I'm pretty much convinced that I will have to go back and start over to erase that damned orange underneath it all.  It's driving me nuts. :verymad:

 

Take ten deep breaths and exhale slowly Big Guy.

 

Seriously, I like the effect and the fact that the colors aren't uniform. I don't know if you want to do Beastial Brown or not, but that splatter effect is just ace. If not BB, then a darker brown, just to break it up. I think the key to getting good weathering effects, is to not make it look like you  did it, but that it happened.

 

That splatter effect does that. It's a nice touch.

 

...and I'm not just saying  that so that you look at your vehicles with a lot of weathering hate and think, "Honda made me do this". ;)

  • 4 weeks later...

Well first off, the shoulders:

 

Prime Black, separate from the model- having the shoulder separate makes it easier to paint the fine details in the final stages, and prevents the trouble of hard to reach spots behind pistol butts, swords, etc.

 

Base Bestial Brown

 

Now there are two choices

 

Easy: Paint on a few watered down layers of Dheneb Stone until mostly even, paint over with Bleached Bone, and line the edges and recesses with Vomit Brown or Bestial Brown, depending on preference.

 

Hard: Layer steadily up to Bleached bone with progressively lighter shades of brown, starting with Vomit, then Graveyard Earth, Khomando Khaki, and finally Bleached Bone. Keep each layer thin and watered down to ensure a smooth finish in the end.

 

I don't highlight the bleached bone in either method, which i think helps to keep that sort of worn/ancient/gritty look that the pure white lacks.

 

I needed this lore. I came here to steal it.

On the topic of the Rhino's weathering, I think some of the problem is that you have splatter and have applied the effect as if it was mud rather than dust from a desert. Dont get me wrong, I SUCK at painting and pay others to do it for me, however, what I am seeing on the tanks is a mud splatter. No matter how like you make the weathering and what colours, it still has the splatter effect which you dont normally see from vehicles moving through a desert/arid landscape.

Indeed. Trust a tanker : it looks great, but as a dried mud effect. Sand itself wouldn't stick to the low sides of the hull (unless wet), instead you have an overall dusty appearance (drybrush of tallarn sand, bleached bone, or why not a tamiya weathering stick should do the trick). Then you can glue some actual sand to the tracks themselves, and if you want to give the impression that it just went through a sandstorm, glue some to some corners of the roof, to represent deposits from the wind.

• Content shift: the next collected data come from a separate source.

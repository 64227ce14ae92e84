import { useMutation, useQuery, useQueryClient } from '@tanstack/react-query';
import { useState } from 'react';
import { toast } from 'sonner';
import { ApiError } from '@client/api/api-client.ts';
import { EmptyState } from '@client/components/empty-state.tsx';
import { ErrorState } from '@client/components/error-state.tsx';
import { LoadingState } from '@client/components/loading-state.tsx';
import { formatDateTime } from '@client/components/number-format.ts';
import { PageHeader } from '@client/components/page-header.tsx';
import { errorMessage } from '@client/features/review/error-message.ts';
import { emptyMailbox, mailboxQueries } from './mailbox.queries.ts';

/** The development mailbox: what the local fake SMTP server captured. */
export default function MailboxPage() {
  const queryClient = useQueryClient();
  const [offset, setOffset] = useState(0);
  const [openId, setOpenId] = useState<number | null>(null);
  const list = useQuery({ ...mailboxQueries.list(offset), refetchInterval: 5_000 });
  const clear = useMutation({
    mutationFn: emptyMailbox,
    onSuccess: async () => {
      toast.success('The mailbox is empty');
      setOpenId(null);
      await queryClient.invalidateQueries({ queryKey: mailboxQueries.all() });
    },
    onError: (error) => toast.error(`The mailbox was not emptied: ${errorMessage(error)}`),
  });

  const header = (
    <PageHeader
      title="Development mailbox"
      description="E-mail the app sent while running in development, caught by the local fake SMTP server. Nothing here left the machine."
      actions={
        list.data && list.data.total > 0 ? (
          <button
            type="button"
            onClick={() => clear.mutate()}
            disabled={clear.isPending}
            className="rounded border border-rule px-3 py-1.5 text-sm"
          >
            Empty the mailbox
          </button>
        ) : null
      }
    />
  );
  if (list.isPending)
    return (
      <>
        {header}
        <LoadingState label="Loading the messages…" />
      </>
    );
  if (list.isError) {
    if (list.error instanceof ApiError && list.error.status === 404) {
      return (
        <>
          <PageHeader title="Development mailbox" />
          <div
            role="alert"
            className="rounded border border-rule bg-paper-deep p-4"
            data-testid="mailbox-unavailable"
          >
            <p className="font-medium">This server keeps no mailbox: it runs in production.</p>
            <p className="mt-1 text-sm text-ink-soft">
              The mailbox exists only in development and tests, where e-mail goes to a local fake
              SMTP server. Here messages go to their real addresses and cannot be read on this page.
            </p>
          </div>
        </>
      );
    }
    return (
      <>
        {header}
        <ErrorState error={list.error} onRetry={() => void list.refetch()} />
      </>
    );
  }
  const { items, total, limit } = list.data;
  return (
    <div>
      {header}
      {total === 0 ? (
        <EmptyState title="No messages yet.">
          Invitations, review requests, verdicts and promotions send e-mail; they appear here.
        </EmptyState>
      ) : (
        <div className="grid gap-6 lg:grid-cols-[minmax(0,5fr)_minmax(0,6fr)]">
          <div>
            <table className="w-full text-sm" data-testid="mailbox-list">
              <caption className="sr-only">Captured messages, newest first</caption>
              <thead className="border-b border-rule text-left text-ink-soft">
                <tr>
                  <th className="py-1 pr-3 font-medium">Message</th>
                  <th className="py-1 text-right font-medium">Received</th>
                </tr>
              </thead>
              <tbody>
                {items.map((m) => (
                  <tr
                    key={m.id}
                    className={`border-b border-rule/60 align-top ${openId === m.id ? 'bg-paper-deep' : ''}`}
                  >
                    <td className="py-1.5 pr-3">
                      <button
                        type="button"
                        onClick={() => setOpenId(m.id)}
                        aria-pressed={openId === m.id}
                        className="block text-left font-medium underline decoration-rule underline-offset-2 hover:decoration-ink"
                      >
                        {m.subject || '(no subject)'}
                      </button>
                      <span
                        className="block truncate text-xs text-ink-soft"
                        title={m.to.join(', ')}
                      >
                        to {m.to.join(', ')}
                      </span>
                    </td>
                    <td className="py-1.5 text-right text-xs whitespace-nowrap text-ink-soft">
                      {formatDateTime(m.date)}
                    </td>
                  </tr>
                ))}
              </tbody>
            </table>
            <div className="mt-3 flex items-center gap-3 text-sm">
              <span className="text-ink-soft">
                {offset + 1}–{offset + items.length} of {total}
              </span>
              <button
                type="button"
                disabled={offset === 0}
                onClick={() => setOffset(Math.max(0, offset - limit))}
                className="underline disabled:no-underline disabled:opacity-50"
              >
                Newer
              </button>
              <button
                type="button"
                disabled={offset + items.length >= total}
                onClick={() => setOffset(offset + limit)}
                className="underline disabled:no-underline disabled:opacity-50"
              >
                Older
              </button>
            </div>
          </div>
          <div>
            {openId === null ? (
              <p className="text-sm text-ink-soft">Pick a message to read it.</p>
            ) : (
              <MessageView id={openId} />
            )}
          </div>
        </div>
      )}
    </div>
  );
}

function MessageView({ id }: { id: number }) {
  const message = useQuery(mailboxQueries.message(id));
  const [asHtml, setAsHtml] = useState(true);
  if (message.isPending) return <LoadingState label="Loading the message…" />;
  if (message.isError) return <ErrorState error={message.error} />;
  const m = message.data;
  const showHtml = asHtml && m.html !== null;
  return (
    <article
      aria-labelledby="message-subject"
      className="rounded border border-rule bg-white/60 p-4"
      data-testid="mailbox-message"
    >
      <h2 id="message-subject" className="text-lg font-semibold">
        {m.subject || '(no subject)'}
      </h2>
      <dl className="mt-2 grid grid-cols-[4rem_1fr] gap-x-3 text-sm">
        <dt className="text-ink-soft">From</dt>
        <dd>{m.from}</dd>
        <dt className="text-ink-soft">To</dt>
        <dd>{m.to.join(', ')}</dd>
        <dt className="text-ink-soft">Received</dt>
        <dd>{formatDateTime(m.date)}</dd>
      </dl>
      {m.html !== null ? (
        <div className="mt-3 flex gap-2 text-sm" role="group" aria-label="Show the message as">
          <button
            type="button"
            aria-pressed={showHtml}
            onClick={() => setAsHtml(true)}
            className={`rounded border px-2 py-0.5 ${showHtml ? 'border-ink' : 'border-rule'}`}
          >
            HTML
          </button>
          <button
            type="button"
            aria-pressed={!showHtml}
            onClick={() => setAsHtml(false)}
            className={`rounded border px-2 py-0.5 ${!showHtml ? 'border-ink' : 'border-rule'}`}
          >
            Text
          </button>
        </div>
      ) : null}
      {showHtml ? (
        // No scripts, no same-origin access, no forms: the HTML is only looked at.
        <iframe
          title={`HTML of “${m.subject}”`}
          sandbox=""
          srcDoc={m.html ?? ''}
          className="mt-3 h-96 w-full rounded border border-rule bg-white"
        />
      ) : (
        <pre className="mt-3 max-h-96 overflow-auto whitespace-pre-wrap rounded border border-rule bg-white p-3 font-mono text-xs">
          {m.text}
        </pre>
      )}
    </article>
  );
}
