import type { TeamRole } from '@shared/roles.ts';

/**
 * Maintainers create routines and change their title, description, acceptance policy and
 * matrix set; every member may read them. People outside the team, admins included, get 404.
 */
export const routineEditors: readonly TeamRole[] = ['maintainer'];
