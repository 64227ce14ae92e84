import type { RoutineSlug } from '@shared/routines.ts';
import { exampleKernels, type ExampleName } from '@sandbox/kernels/example-catalog.ts';
import { readKernelSource } from '@sandbox/kernels/read-kernel-source.ts';
import { starterKernelFiles } from '@sandbox/kernels/starter-kernels.ts';
import { inlineKernels, type InlineKernelName } from './demo-kernel-sources.ts';

/** Where a demo revision's source comes from. */
export type KernelRef =
  { starter: RoutineSlug } | { example: ExampleName } | { inline: InlineKernelName };

/** The source text of a demo revision. */
export function demoKernelSource(ref: KernelRef): string {
  if ('starter' in ref) return readKernelSource(starterKernelFiles[ref.starter]);
  if ('example' in ref) return readKernelSource(exampleKernels[ref.example].file);
  return inlineKernels[ref.inline];
}
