import { describe, expect, it } from 'vitest';
import { flopCount, gflops } from '@sandbox/timing/flops.ts';

// Leading-term flop counts, Golub & Van Loan, Matrix Computations, 4th ed., §3.1, 3.2, 4.1, 4.2,
// 5.2 (from memory); n = 1000 values as in numerics-references §11 row 53 and §9.
describe('flopCount', () => {
  it('n = 1000: LU 6.667e8, Cholesky and LDLᵀ 3.333e8, QR 1.333e9, triangular solve 1e6', () => {
    expect(flopCount('lu-partial-pivoting', 1000, 1000)).toBeCloseTo(2e9 / 3, 3);
    expect(flopCount('lu-no-pivoting', 1000, 1000)).toBeCloseTo(2e9 / 3, 3);
    expect(flopCount('cholesky', 1000, 1000)).toBeCloseTo(1e9 / 3, 3);
    expect(flopCount('ldlt', 1000, 1000)).toBeCloseTo(1e9 / 3, 3);
    expect(flopCount('householder-qr', 1000, 1000)).toBeCloseTo(4e9 / 3, 3);
    expect(flopCount('back-substitution', 1000, 1000)).toBe(1e6);
  });

  it('rectangular QR: 2mn² − 2n³/3 = 3 333 333 333 for 2000 × 1000 (§9)', () => {
    expect(Math.round(flopCount('householder-qr', 2000, 1000))).toBe(3333333333);
  });

  it('rejects m ≠ n for square routines, m < n for QR and non-integer sizes', () => {
    expect(() => flopCount('cholesky', 3, 4)).toThrow(/m must equal n/);
    expect(() => flopCount('householder-qr', 3, 4)).toThrow(/at least n/);
    expect(() => flopCount('ldlt', 2.5, 2.5)).toThrow(/m must be/);
  });
});

describe('gflops', () => {
  it('is flops / (ms · 10⁶)', () => {
    // LU at n = 1000 in 1 s: 6.667e8 flops/s = 0.6667 GFLOP/s.
    expect(gflops('lu-partial-pivoting', 1000, 1000, 1000)).toBeCloseTo(2 / 3, 12);
    // Back substitution at n = 1000 in 1 ms: 1e6 flops in 1e-3 s = 1 GFLOP/s.
    expect(gflops('back-substitution', 1000, 1000, 1)).toBeCloseTo(1, 12);
  });

  it('rejects a non-positive or non-finite time', () => {
    expect(() => gflops('cholesky', 10, 10, 0)).toThrow(/ms must be/);
    expect(() => gflops('cholesky', 10, 10, NaN)).toThrow(RangeError);
  });
});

I tried doing strictly drybrushing to begin with, and it looks pretty silly, actually. That being said, the mud-spatter isn't helping a lot either. I think the drybrushing may have failed originally because of a lack of texture. I eventually went out and got some of that coarse half-assed-basing paint (much more durable than glue and sand) from GW to slap on texture where I need it.

 

So sometime I'll have to go back and start fresh, just adding some chunkies where I think they'll look good and drybrushing on from there.

 

But for now, I have like 10 Neophytes, 4 Sword Brethren and 4 Initiates to assemble and paint...and then after that I'll need 5 more Neophytes, then a bunch of crap for my Arrows. Yick.